Task prompt >> Go through the records and copy each line where the word "async" occurs.

Records >>
Start of Block

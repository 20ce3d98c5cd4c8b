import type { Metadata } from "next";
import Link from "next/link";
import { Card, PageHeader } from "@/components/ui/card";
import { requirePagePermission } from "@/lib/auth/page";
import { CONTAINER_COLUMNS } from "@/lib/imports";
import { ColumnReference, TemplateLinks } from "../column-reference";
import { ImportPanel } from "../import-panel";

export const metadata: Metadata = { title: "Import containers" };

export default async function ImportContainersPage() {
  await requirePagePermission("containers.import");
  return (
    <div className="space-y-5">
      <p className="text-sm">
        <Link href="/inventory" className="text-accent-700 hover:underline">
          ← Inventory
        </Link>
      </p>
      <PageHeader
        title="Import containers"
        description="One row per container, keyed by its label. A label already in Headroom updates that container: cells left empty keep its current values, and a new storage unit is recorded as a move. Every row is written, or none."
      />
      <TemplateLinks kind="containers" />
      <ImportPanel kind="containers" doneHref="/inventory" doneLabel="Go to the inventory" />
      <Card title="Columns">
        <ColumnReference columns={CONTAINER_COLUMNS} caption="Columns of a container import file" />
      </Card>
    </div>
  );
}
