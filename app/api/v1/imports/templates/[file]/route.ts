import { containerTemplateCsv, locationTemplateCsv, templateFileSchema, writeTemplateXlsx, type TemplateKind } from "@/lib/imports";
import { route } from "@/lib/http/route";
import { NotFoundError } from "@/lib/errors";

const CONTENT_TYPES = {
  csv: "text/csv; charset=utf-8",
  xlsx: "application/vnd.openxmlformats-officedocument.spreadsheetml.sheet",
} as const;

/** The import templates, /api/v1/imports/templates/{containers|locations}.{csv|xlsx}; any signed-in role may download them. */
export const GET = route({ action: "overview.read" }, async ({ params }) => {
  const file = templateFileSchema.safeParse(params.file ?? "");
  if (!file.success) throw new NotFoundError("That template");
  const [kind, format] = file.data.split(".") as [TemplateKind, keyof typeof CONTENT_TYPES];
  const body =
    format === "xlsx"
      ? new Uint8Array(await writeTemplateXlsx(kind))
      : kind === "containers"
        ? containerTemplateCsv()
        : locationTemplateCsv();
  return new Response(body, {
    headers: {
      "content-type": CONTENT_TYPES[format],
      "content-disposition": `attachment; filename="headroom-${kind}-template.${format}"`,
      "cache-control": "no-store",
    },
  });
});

End of Block
Start of Block

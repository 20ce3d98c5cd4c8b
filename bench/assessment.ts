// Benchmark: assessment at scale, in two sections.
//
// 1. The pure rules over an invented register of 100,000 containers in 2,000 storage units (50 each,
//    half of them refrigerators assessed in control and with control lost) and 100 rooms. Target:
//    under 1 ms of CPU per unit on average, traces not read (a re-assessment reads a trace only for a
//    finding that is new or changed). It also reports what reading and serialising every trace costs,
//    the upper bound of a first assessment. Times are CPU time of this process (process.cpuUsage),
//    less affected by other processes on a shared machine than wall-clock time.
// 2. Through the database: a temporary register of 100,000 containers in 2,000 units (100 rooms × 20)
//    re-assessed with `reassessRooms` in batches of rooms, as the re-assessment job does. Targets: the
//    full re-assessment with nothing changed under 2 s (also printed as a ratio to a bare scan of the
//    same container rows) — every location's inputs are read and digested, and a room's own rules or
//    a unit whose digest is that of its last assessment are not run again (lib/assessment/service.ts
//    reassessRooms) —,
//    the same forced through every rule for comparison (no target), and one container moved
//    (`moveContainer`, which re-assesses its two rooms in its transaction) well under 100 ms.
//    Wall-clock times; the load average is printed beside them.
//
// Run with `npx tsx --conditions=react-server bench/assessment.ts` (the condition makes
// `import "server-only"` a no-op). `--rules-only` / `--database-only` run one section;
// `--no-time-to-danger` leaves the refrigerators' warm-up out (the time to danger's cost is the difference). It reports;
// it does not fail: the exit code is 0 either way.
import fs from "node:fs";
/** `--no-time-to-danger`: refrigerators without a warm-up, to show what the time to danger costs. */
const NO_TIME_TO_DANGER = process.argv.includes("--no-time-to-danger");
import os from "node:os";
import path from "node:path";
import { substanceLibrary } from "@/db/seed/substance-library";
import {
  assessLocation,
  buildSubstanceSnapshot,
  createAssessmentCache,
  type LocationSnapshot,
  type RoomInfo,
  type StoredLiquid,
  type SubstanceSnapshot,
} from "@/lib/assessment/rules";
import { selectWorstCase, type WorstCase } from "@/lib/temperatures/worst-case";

End of Block

Task solution >>
export default async function ImportContainersPage() {
export const GET = route({ action: "overview.read" }, async ({ params }) => {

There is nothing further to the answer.